Model-Free Algorithm and Regret Analysis for MDPs with Long-Term Constraints
This addresses the challenge of optimizing dynamical systems with constraints for applications like robotics or resource management, but it is incremental as it builds on existing Q-learning and constrained optimization methods.
The paper tackles the problem of constrained Markov Decision Processes (CMDPs) with long-term constraints in a model-free setting where transition probabilities are unknown, proposing an algorithm that achieves an O(T^{1/2+γ}) regret bound for reward and O(T^{1-γ/2}) for constraint violation, which are the first such results for this scenario.

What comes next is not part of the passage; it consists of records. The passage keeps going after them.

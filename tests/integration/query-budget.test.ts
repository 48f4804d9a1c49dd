import { beforeAll, describe, expect, test } from "vitest";
import { signUpNewOrganisation, type FetchResult, type TestClient } from "../support/client";

// The device pages resolve the member and the device once per request (React Router middleware)
// and the device revision through one repository with a cache, so a warm page costs a fixed,
// small number of queries however many loaders run. The server reports its count in the
// Server-Timing header (SERVER_TIMING=1 in tests/integration/global-setup.ts).

const UUID = "[0-9a-f]{8}-[0-9a-f]{4}-[0-9a-f]{4}-[0-9a-f]{4}-[0-9a-f]{12}";

/** An invented device: documentation addresses (RFC 5737) outside, RFC 1918 inside. */
const TIDEWATER_EDGE = {
  schemaVersion: 2,
  device: { name: "tidewater-edge", timezone: "Europe/Lisbon" },
  interfaces: [
    { name: "outside", role: "wan", addresses: ["198.51.100.10/24"], listeners: ["https", "ping"] },
    { name: "inside", role: "lan", addresses: ["10.44.0.1/24"], listeners: ["https", "ssh"] },
  ],
  addresses: [{ name: "ops-desk", entries: ["10.44.8.0/24"] }],
  schedules: [{ name: "weekdays", windows: [{ days: ["mon", "tue", "wed", "thu", "fri"], start: "08:00", end: "18:00" }] }],
  inboundRules: [
    { id: "r1", interface: "inside", sources: ["ops-desk"], destinations: ["any"], services: ["https", "ssh"], action: "allow" },
    { id: "r2", interface: "outside", sources: ["any"], destinations: ["any"], services: ["https"], schedule: "weekdays", action: "allow" },
    { id: "r3", interface: "any", sources: ["any"], destinations: ["any"], services: ["any"], action: "deny" },
  ],
  accounts: [{ name: "ops-ines", loginSources: ["ops-desk"], secondFactor: "totp" }],
  operatorNetworks: ["ops-desk"],
};

let client: TestClient;
let devicePath = "";

/** The query count the server reported for this response. */
function queriesOf(response: FetchResult): number {
  const timing = response.headers.get("Server-Timing") ?? "";
  const match = /db;desc="(\d+) queries"/.exec(timing);
  if (!match) throw new Error(`no query count in Server-Timing: "${timing}" (status ${response.status})`);
  return Number(match[1]);
}

beforeAll(async () => {
  const signedUp = await signUpNewOrganisation("query-budget");
  client = signedUp.client;
  const slug = signedUp.slug;
  expect((await client.post(`/o/${slug}/sites`, { intent: "create", name: "Estuary office", customer: "", location: "" })).status).toBe(302);
  const siteId = (await client.get(`/o/${slug}/sites`)).text.match(new RegExp(`edit=(${UUID})`))?.[1];
  if (!siteId) throw new Error("no site id on the sites page");
  const imported = await client.post(`/o/${slug}/devices/import`, { intent: "import", target: `site:${siteId}`, fileName: "tidewater-edge.json", documentText: JSON.stringify(TIDEWATER_EDGE) });
  expect(imported.status).toBe(302);
  devicePath = imported.location ?? "";
  expect(devicePath).toMatch(new RegExp(`^/o/${slug}/devices/${UUID}$`));
});

// Each page's own loader, as the browser asks for it when moving between the device's tabs:
// the middleware (session, membership, device) plus the loader.
const PAGES = [
  { page: "device overview", path: "", route: "routes/organisation/devices/device/overview" },
  { page: "trace", path: "/analysis?from=203.0.113.50&interface=outside&service=https", route: "routes/organisation/devices/device/analysis" },
  { page: "exposure map", path: "/exposure", route: "routes/organisation/devices/device/exposure" },
];

describe("Query budget of the device pages", () => {
  test.each(PAGES)("The $page loader runs at most 4 queries on a warm cache", async ({ path, route }) => {
    const [pathname, search = ""] = `${devicePath}${path}`.split("?");
    const dataUrl = `${pathname}.data?${new URLSearchParams([...new URLSearchParams(search), ["_routes", route]])}`;
    const cold = await client.get(dataUrl);
    expect(cold.status, cold.text.slice(0, 200)).toBe(200);
    const warm = await client.get(dataUrl);
    expect(warm.status).toBe(200);
    expect(queriesOf(warm)).toBeLessThanOrEqual(4);
  });

  test.each(PAGES)("The whole $page page, with its layouts, stays within 5 queries on a warm cache", async ({ path }) => {
    await client.get(`${devicePath}${path}`);
    const warm = await client.get(`${devicePath}${path}`);
    expect(warm.status).toBe(200);
    // root, organisation layout (its organisation list), device layout and the page itself.
    expect(queriesOf(warm)).toBeLessThanOrEqual(5);
  });

  test("The count is real: the fleet findings page grows with the work it does", async () => {
    // A page that reads dismissals and every device's current revision costs more than none:
    // guards against a header that always says 0.
    const fleet = await client.get(`${devicePath.replace(/\/devices\/.*$/, "")}/findings`);
    expect(fleet.status).toBe(200);
    expect(queriesOf(fleet)).toBeGreaterThanOrEqual(3);
  });
});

In the optimization of dynamical systems, the variables typically have constraints. Such problems can be modeled as a constrained Markov Decision Process (CMDP). This paper considers a model-free approach to the problem, where the transition probabilities are not known. In the presence of long-term (or average) constraints, the agent has to choose a policy that maximizes the long-term average reward as well as satisfy the average constraints in each episode. The key challenge with the long-term constraints is that the optimal policy is not deterministic in general, and thus standard Q-learning approaches cannot be directly used. This paper uses concepts from constrained optimization and Q-learning to propose an algorithm for CMDP with long-term constraints. For any $γ\in(0,\frac{1}{2})$, the proposed algorithm is shown to achieve $O(T^{1/2+γ})$ regret bound for the obtained reward and $O(T^{1-γ/2})$ regret bound for the constraint violation, where $T$ is the total number of steps. We note that these are the first results on regret analysis for MDP with long-term constraints, where the transition probabilities are not known apriori.